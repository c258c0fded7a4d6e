"""Frozen records handed from stage to stage: what was asked, read, prepared, fitted, found and derived.

A record holds facts and no logic. Temperatures are in K; heat capacity and entropy in J/(mol K), energy in
J/mol, per mole of formula unit; everything else in SI. Arrays inside a record are read-only, also in a copy or an
unpickled one; a record that holds arrays is equal to itself alone.
"""

from __future__ import annotations

from .base import (
    Basis,
    FloatArray,
    Frozen,
    Level,
    LevelVerdict,
    ParameterStatus,
    Quantity,
    ReadOnly,
    Replicates,
    SigmaKind,
    TemperatureScale,
)
from .data import AddendaShare, ExcludedRow, Measurement, PreparedData, Reading, Repair, Sample
from .derived import (
    Analysis,
    Derived,
    DerivedValue,
    EnergyDifference,
    PointwiseTheta,
    Provenance,
    SavedResult,
    ThermodynamicTable,
)
from .findings import (
    Candidate,
    Comparison,
    Diagnosis,
    FitRecord,
    HeldParameters,
    LackOfFit,
    LevelExplanation,
    LevelFinding,
    NamedWarning,
    ParameterValue,
    ResidualBand,
    ResidualStatistics,
    ValidityFact,
)
from .noticed import Feature, FeatureKind, RunOverlap
from .request import AddendaSettings, ModelSettings, ReportSettings, RunSettings, SampleSettings, Sheet

__all__ = [
    "AddendaSettings",
    "AddendaShare",
    "Analysis",
    "Basis",
    "Candidate",
    "Comparison",
    "Derived",
    "DerivedValue",
    "Diagnosis",
    "EnergyDifference",
    "ExcludedRow",
    "Feature",
    "FeatureKind",
    "FitRecord",
    "FloatArray",
    "Frozen",
    "HeldParameters",
    "LackOfFit",
    "Level",
    "LevelExplanation",
    "LevelFinding",
    "LevelVerdict",
    "Measurement",
    "ModelSettings",
    "NamedWarning",
    "ParameterStatus",
    "ParameterValue",
    "PointwiseTheta",
    "PreparedData",
    "Provenance",
    "Quantity",
    "ReadOnly",
    "Reading",
    "Repair",
    "Replicates",
    "ReportSettings",
    "ResidualBand",
    "ResidualStatistics",
    "RunOverlap",
    "RunSettings",
    "Sample",
    "SampleSettings",
    "SavedResult",
    "Sheet",
    "SigmaKind",
    "TemperatureScale",
    "ThermodynamicTable",
    "ValidityFact",
]
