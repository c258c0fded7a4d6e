"""The physical terms by name. A new term is one file beside this one and one line here."""

from __future__ import annotations

from types import MappingProxyType

from ..errors import InputError, nearest
from . import debye, einstein, electronic
from .term import Term

__all__ = ["TERMS", "term"]

TERMS = MappingProxyType(
    {
        each.name: each
        for each in (
            debye.TERM,
            einstein.TERM,
            electronic.TERM,
        )
    }
)
"""Every term a model expression can name."""


def term(name: str) -> Term:
    """Return the term of that name.

    Raises
    ------
    InputError
        When there is no such term; the nearest name is offered.
    """
    try:
        return TERMS[name]
    except KeyError:
        raise InputError(f"{name!r} is not a term of a lattice model; {nearest(name, TERMS)}") from None
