"""What was asked: the tables of a run sheet."""

from __future__ import annotations

from collections.abc import Mapping
from dataclasses import dataclass, field
from typing import Literal

from .base import Frozen, Quantity, ReadOnly, Replicates, TemperatureScale, empty

__all__ = ["AddendaSettings", "ModelSettings", "ReportSettings", "RunSettings", "SampleSettings", "Sheet"]


@dataclass(frozen=True)
class SampleSettings:
    """The `[sample]` table of a run sheet, as written (quantities are strings with unit).

    `mass` may hold its standard uncertainty, as in ``"12.3(2) mg"``. `accept_level` takes a heat capacity whose level
    looks impossible as it stands.
    """

    name: str | None = None
    formula: str | None = None
    atoms: float | None = None
    molar_mass: str | None = None
    mass: str | None = None
    melting_point: str | None = None
    insulator: bool = False
    accept_level: bool = False


@dataclass(frozen=True)
class RunSettings:
    """One `[[run]]` of a run sheet: a file and how it is to be read.

    `temperature` and `heat_capacity` are a header or a 1-based column number, None to recognise them; `sigma` is
    a header, a column number, a sigma text or the word "scatter" or "replicates", which estimates it from the data.
    `window` and `mask` are closed intervals in K, `mask_lines` closed intervals of 1-based lines of the file, `require`
    conditions on a column, such as ``"quality >= 0.9"``; `split_by` is a column whose values divide the file into runs.
    """

    file: str
    label: str | None = None
    quantity: Quantity | None = None
    temperature: str | int | None = None
    heat_capacity: str | int | None = None
    sigma: str | int | None = None
    coverage_factor: float | None = None
    temperature_unit: str | None = None
    heat_capacity_unit: str | None = None
    window: tuple[tuple[float, float], ...] = ()
    mask: tuple[tuple[float, float], ...] = ()
    worksheet: str | None = None
    temperature_scale: TemperatureScale | None = None
    require: tuple[str, ...] = ()
    mask_lines: tuple[tuple[int, int], ...] = ()
    replicates: Replicates | None = None
    split_by: str | int | None = None


@dataclass(frozen=True)
class AddendaSettings:
    """One `[[addenda]]` of a run sheet: a known heat capacity that is in the data and is taken off.

    Columns, units and sigma as in `RunSettings`. A file in J/K is taken off as it stands; one per gram needs `mass`
    (grease, exchange gas) or `fraction`, the part of the sample's mass that is another substance, each also with its
    uncertainty. `runs` holds the labels of the runs that it concerns, all of them when empty.
    """

    file: str
    temperature: str | int | None = None
    heat_capacity: str | int | None = None
    sigma: str | int | None = None
    coverage_factor: float | None = None
    temperature_unit: str | None = None
    heat_capacity_unit: str | None = None
    worksheet: str | None = None
    temperature_scale: TemperatureScale | None = None
    mass: str | None = None
    fraction: str | None = None
    runs: tuple[str, ...] = ()


@dataclass(frozen=True)
class ModelSettings(Frozen):
    """The `[model]` table: which terms, how the modes are summed, Cp-Cv, and what the user holds by name.

    `terms` None compares the ladder of candidates; `cp_cv` None leaves the form to it (no form with named terms).
    `fix_u` holds standard uncertainties of fixed parameters, `fix_from` the path of a saved result whose lattice is
    held.
    """

    terms: str | None = None
    mode_sum: Literal["fixed", "free"] | None = None
    cp_cv: str | None = None
    start: Mapping[str, float] = field(default_factory=empty)
    fix: Mapping[str, float] = field(default_factory=empty)
    bounds: Mapping[str, tuple[float, float]] = field(default_factory=lambda: ReadOnly({}))
    fix_u: Mapping[str, float] = field(default_factory=empty)
    fix_from: str | None = None


@dataclass(frozen=True)
class ReportSettings:
    """The `[report]` table: grid text, figures, folder and seed."""

    grid: str | None = None
    figures: Literal["none", "svg", "png", "all"] = "svg"
    out: str | None = None
    random_seed: int = 0


@dataclass(frozen=True)
class Sheet:
    """A whole request: everything that is needed to repeat a run."""

    sample: SampleSettings
    runs: tuple[RunSettings, ...]
    model: ModelSettings = field(default_factory=ModelSettings)
    report: ReportSettings = field(default_factory=ReportSettings)
    addenda: tuple[AddendaSettings, ...] = ()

- [EXERCISE PROMPT]:
Within the material above, the line with "term a model" opens the range and the line with "from typing import Literal" closes it; reproduce that range word for word.

- [ANSWER FOR THE TASK]:
"""Every term a model expression can name."""


def term(name: str) -> Term:
    """Return the term of that name.

    Raises
    ------
    InputError
        When there is no such term; the nearest name is offered.
    """
    try:
        return TERMS[name]
    except KeyError:
        raise InputError(f"{name!r} is not a term of a lattice model; {nearest(name, TERMS)}") from None
"""What was asked: the tables of a run sheet."""

from __future__ import annotations

from collections.abc import Mapping
from dataclasses import dataclass, field
from typing import Literal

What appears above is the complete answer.